Beautiful... Looks like Marianne Kinzel's design. Definitely block this aggressively to really dress it out. You created a masterpiece!


----------



## computer dummie (Apr 30, 2011)

SO VERY VERY Beautiful!!!!!!!


----------



## Knitpicker2 (Jan 31, 2011)

Just beautiful. Can't wait to see it blocked. Did you use a pattern from Marianne Kinzel's book?


----------



## JJMM88 (Apr 4, 2011)

Wonderful work!


----------



## yankeecatlady (Jun 3, 2011)

Simply amazing!!!!!


----------



## maidinkent (Jul 17, 2011)

What wonderful work! It's just beautiful - very well done. Give yourself a pat on the back! :thumbup:


----------



## LilgirlCA (Jan 22, 2011)

WOW!!! Beautiful


----------



## mambo22 (May 11, 2011)

tremendous work. lovely


----------



## UpStateYoYo (Aug 26, 2011)

Knitpicker2 said:


> Just beautiful. Can't wait to see it blocked. Did you use a pattern from Marianne Kinzel's book?

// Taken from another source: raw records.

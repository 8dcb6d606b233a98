package org.holdpoint.archive;

import static org.assertj.core.api.Assertions.assertThat;
import static org.assertj.core.api.Assertions.assertThatThrownBy;

import java.sql.SQLException;
import org.holdpoint.study.ArchiveException;
import org.junit.jupiter.api.Test;

/** Versioned plain-SQL migrations, applied on open and recorded in schema_version. */
class MigrationTest {

    @Test
    void aFreshDatabaseGetsTheNewestVersionAndReopeningAppliesNothing() throws ArchiveException, SQLException {
        String url = Fixtures.memUrl("migrate");
        try (JdbcArchive keepAlive = JdbcArchive.open(url)) {
            assertThat(Fixtures.directLong(url, "SELECT MAX(version) FROM schema_version")).isEqualTo(2);
            for (String table : Sql.TABLES) {
                assertThat(Fixtures.directLong(url, "SELECT COUNT(*) FROM " + table)).isNotNegative();
            }
            assertThat(Fixtures.directLong(url, "SELECT COUNT(*) FROM schema_version WHERE script_sha256 = '"
                    + Migrator.load(Dialect.H2).get(0).sha256() + "'")).isEqualTo(1);
            assertThat(JdbcArchive.migrate(url, null, null)).isEmpty();
            try (JdbcArchive again = JdbcArchive.open(url)) {
                assertThat(again.verify().intact()).isTrue();
            }
        }
    }

    @Test
    void migrateReportsTheVersionsItApplied() throws ArchiveException, SQLException {
        String url = Fixtures.memUrl("migrate-report") + ";DB_CLOSE_DELAY=-1";
        assertThat(JdbcArchive.migrate(url, null, null)).containsExactly(1, 2);
        Fixtures.direct(url, "SHUTDOWN");
    }

    @Test
    void anArchiveOfSchema1IsBroughtUpToDateAndItsRecordsStillVerify() throws ArchiveException, SQLException {
        String url = Fixtures.memUrl("migrate-from-1");
        try (JdbcArchive keepAlive = JdbcArchive.open(url)) {
            long id = keepAlive.add(Fixtures.study("CR-1", "4711", "tooling", "change verified",
                    java.time.Instant.parse("2026-01-05T08:00:00Z"), "Bore"), "p", null).id();
            keepAlive.sign(id, "Quinn", "quality manager", "approved", java.time.Instant.parse("2026-01-06T08:00:00Z"));
            // back to what schema 1 had: no study_signer table, version 1 recorded
            Fixtures.direct(url, "DROP TABLE study_signer");
            Fixtures.direct(url, "DELETE FROM schema_version WHERE version = 2");
            try (JdbcArchive reopened = JdbcArchive.open(url)) {
                assertThat(Fixtures.directLong(url, "SELECT MAX(version) FROM schema_version")).isEqualTo(2);
                assertThat(reopened.verify().problems()).isEmpty();
                assertThat(reopened.show(id).orElseThrow().version().signers()).containsExactly("Quinn");
            }
        }
    }

    @Test
    void anEditedAppliedMigrationIsRefused() throws ArchiveException, SQLException {
        String url = Fixtures.memUrl("migrate-edited");
        try (JdbcArchive keepAlive = JdbcArchive.open(url)) {
            Fixtures.direct(url, "UPDATE schema_version SET script_sha256 = '" + "f".repeat(64) + "'");
            assertThatThrownBy(() -> JdbcArchive.open(url)).isInstanceOf(ArchiveException.class)
                    .hasMessageContaining("V1__create_archive.sql differs from the one applied")
                    .extracting(e -> ((ArchiveException) e).reason()).isEqualTo(ArchiveException.Reason.SCHEMA);
        }
    }

    @Test
    void aNewerSchemaIsRefused() throws ArchiveException, SQLException {
        String url = Fixtures.memUrl("migrate-newer");
        try (JdbcArchive keepAlive = JdbcArchive.open(url)) {
            Fixtures.direct(url, "INSERT INTO schema_version VALUES (3, 'future', '" + "0".repeat(64)
                    + "', CURRENT_TIMESTAMP)");
            assertThatThrownBy(() -> JdbcArchive.open(url)).hasMessageContaining("schema version 3, newer than");
        }
    }

    @Test
    void anUnknownDatabaseUrlIsRefusedWithTheSupportedForms() {
        assertThatThrownBy(() -> JdbcArchive.open("jdbc:mysql://x/y"))
                .hasMessageContaining("jdbc:h2:file:PATH").hasMessageContaining("jdbc:postgresql://");
    }
}
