package org.holdpoint.importer;

import java.nio.file.Path;
import java.util.ArrayList;
import java.util.EnumMap;
import java.util.LinkedHashMap;
import java.util.List;
import java.util.Locale;
import java.util.Map;
import java.util.Set;
import java.util.stream.Collectors;
import org.holdpoint.stats.Background;
import org.holdpoint.study.CharacteristicData;
import org.holdpoint.study.Dataset;
import org.holdpoint.study.GroupData;
import org.holdpoint.study.InputInfo;
import org.holdpoint.study.Layout;
import org.holdpoint.study.Origin;
import org.holdpoint.study.SkipReason;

Yes, Second Book of Modern Lace Knitting. I'll try to post a picture after it's blocked, but I don't know when that will be.


----------



## tallieu (Feb 10, 2011)

Absolutely beautiful and I'm in awe of your determination and skill. I've never tried to block anything that size. How do you do it?



UpStateYoYo said:


> My WIP is now completed. It contains about 9,500 yards of size 10 crochet cotton. It was knit on 2.75 mm needles.
> 
> It still needs to be washed a blocked. I finished it at about 9:23 pm Eastern Standard Time on Sunday November 13, 2011.
> 
> Now I can take a "rest" and tackle something a bit more manageable.


----------



## askem1728 (Mar 28, 2011)

that is so beautiful. what a wonderful treasure you made. you should be proud


----------



## lettuceshop (May 20, 2011)

Heck, I was going to post a picture of my little scarf. Ha I'll not be doing that. What an accomplishment your table cloth is!!!!! Absolutely stunning.


----------



## Jeanie L (Sep 27, 2011)

MY God that is the most beautiful table cloth I have every seen..beautiful work..


----------



## UpStateYoYo (Aug 26, 2011)

lettuceshop said:


> Heck, I was going to post a picture of my little scarf. Ha I'll not be doing that. What an accomplishment your table cloth is!!!!! Absolutely stunning.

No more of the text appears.